The facility currently builds the Canter commercial truck, which is being eyed by Mitsubishi's largest shareholder, DaimlerChrysler AG, to replace the Mercedes-Benz Vario truck. The Vario is likely to be phased out at DC's Dusseldorf, Germany, plant, at which point production volumes would be taken up by the Canter to better utilize Dusseldorf's capacity.
On top of the capacity issues, Portugal has to deal with another fundamental problem facing the industry: the power infrastructure.
Opel's Apfel complains his plant experiences more than 10 power outages a year, causing Opel to lose several hours of production and several more units that are scrapped during an unexpected shutdown of paint shop operations.
“In paint shops, if I have a car in the process and I get an energy outage, I can throw that vehicle away,” he says. “That scrap cost is hundreds of thousands of euros for the auto industry every year.”
In addition to that, AutoEuropa's Sainz says the Portuguese utility raised electricity rates last year by 16%, an increase much higher than the 3.5% anticipated by budget planners.
“It is very bad when we have to explain to Germany that we have the most expensive electricity in Europe,” he says. “In the future, no one will be able to bear this kind of increase.”

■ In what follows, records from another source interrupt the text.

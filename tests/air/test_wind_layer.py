"""Wind of a layer: means, parts along a line, turning."""

import numpy as np
import pytest
from hypothesis import given
from hypothesis import strategies as st

from orolift.air.column_build import air_from_levels, air_from_station
from orolift.air.wind_layer import LayerWind, barrier_wind, layer_wind, line_wind, turning_note
from orolift.errors import IncomingAirError, OutOfRangeError


def column_with_wind(speed, wind_from, crest_wind=None):
    """A station's column with a plain wind."""
    return air_from_station(100.0, 100000.0, 285.0, 0.006, speed, wind_from, crest_wind=crest_wind)


@given(st.floats(0.5, 40.0), st.floats(0.0, 6.28), st.floats(-6.0, 6.0))
def test_parts_along_and_across_are_the_whole_wind(speed, wind_from, bearing):
    """Pythagoras at every level; a line along the wind has all of it along."""
    air = column_with_wind(speed, wind_from)
    parts = line_wind(air, bearing)
    np.testing.assert_allclose(np.hypot(parts.along, parts.across), speed, rtol=1e-12)
    along = line_wind(air, wind_from + np.pi)
    np.testing.assert_allclose(along.along, speed, rtol=1e-12)
    np.testing.assert_allclose(along.across, 0.0, atol=1e-12 * speed)


def test_across_is_positive_to_the_right():
    """A line to the north, wind from the west: it blows to the right."""
    assert line_wind(column_with_wind(10.0, 1.5 * np.pi), 0.0).across[0] == pytest.approx(10.0)


@given(st.floats(0.5, 40.0), st.floats(0.0, 6.28))
def test_constant_wind_is_its_own_mean_and_does_not_turn(speed, wind_from):
    """Limit: no shear."""
    wind = barrier_wind(column_with_wind(speed, wind_from), 0.0, 1800.0)
    assert wind.speed == pytest.approx(speed)
    assert np.cos(wind.from_direction - wind_from) == pytest.approx(1.0)
    assert wind.turning == pytest.approx(0.0, abs=1e-9)
    assert turning_note(wind) is None


def test_mean_of_a_linear_wind_is_that_of_its_middle():
    """Components that change evenly: the mean of a layer inside is the value at its middle, between levels too."""
    air = column_with_wind(4.0, np.pi, crest_wind=(20.0, 1.5 * np.pi, 2100.0))
    wind = layer_wind(air, 333.0, 1777.0)
    share = (0.5 * (333.0 + 1777.0) - 100.0) / 2000.0
    east, north = 20.0 * share, 4.0 * (1.0 - share)  # from west blows east, from south blows north
    assert wind.speed == pytest.approx(np.hypot(east, north))
    assert np.tan(wind.from_direction - np.pi) == pytest.approx(east / north)


@pytest.mark.parametrize(("low", "high", "word"), [(180.0, 270.0, "veers"), (270.0, 180.0, "backs")])
def test_turning_has_a_sign_and_is_said(low, high, word):
    """WMO-No. 182: veering is clockwise. South below and west above veers."""
    air = column_with_wind(10.0, np.radians(low), crest_wind=(10.0, np.radians(high), 2000.0))
    wind = barrier_wind(air, 100.0, 1500.0)
    assert np.sign(wind.turning) == (1.0 if word == "veers" else -1.0)
    assert word in turning_note(wind)


def test_calm_air_has_no_turning():
    """A wind below 2 m/s in either third says nothing about direction."""
    air = column_with_wind(0.5, 0.0, crest_wind=(10.0, np.pi / 2, 9000.0))
    assert layer_wind(air, 100.0, 1000.0).turning == 0.0


def test_layer_begins_at_the_ground_of_the_column():
    """A base lower than the column's ground: what lies below it is not there."""
    wind = barrier_wind(column_with_wind(10.0, 0.0), -50.0, 900.0)
    assert (wind.bottom, wind.top) == (100.0, 1400.0)  # to 500 m above the crest


def test_members_keep_their_own_winds():
    """Leading axes: two members with two winds give two means."""
    air = air_from_station(0.0, 1.0e5, 285.0, 0.006, np.array([5.0, 9.0]), np.array([0.0, np.pi]))
    wind = barrier_wind(air, 0.0, 1000.0)
    np.testing.assert_allclose(wind.speed, [5.0, 9.0])
    assert isinstance(wind, LayerWind)


def test_layers_outside_the_column_are_refused():
    """Below the ground there is no air."""
    with pytest.raises(IncomingAirError, match=r"layer from -300 to 50 m does not lie in the column"):
        layer_wind(column_with_wind(10.0, 0.0), -300.0, 50.0)
    with pytest.raises(OutOfRangeError, match="radians, not degrees"):
        line_wind(column_with_wind(10.0, 0.0), 235.0)


def test_sheared_sounding_uses_its_levels():
    """Uneven levels: a jump between two levels counts by its depth, not by the number of levels."""
    p = np.array([1000e2, 990e2, 980e2, 700e2, 500e2])
    t = np.array([285.0, 284.5, 284.0, 268.0, 250.0])
    air = air_from_levels(None, p, t, np.full(5, 1e-3), np.array([0, 0, 0, 30.0, 30.0]), np.zeros(5), elevation=0.0)
    z = air.height
    expected = 15.0 * (z[3] - z[2]) / z[3]
    assert layer_wind(air, 0.0, float(z[3])).speed == pytest.approx(expected, rel=1e-9)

The situation is so dire that AutoEuropa is studying ways to bring electricity in from neighboring Spain.
It is such issues that make or break decisions by the global auto industry to commit new investment in brick and mortar in a foreign country. With the EU cracking down on economic incentives, and the industry moving quickly to rationalize global capacity, it is countries such as Portugal that have the most to lose.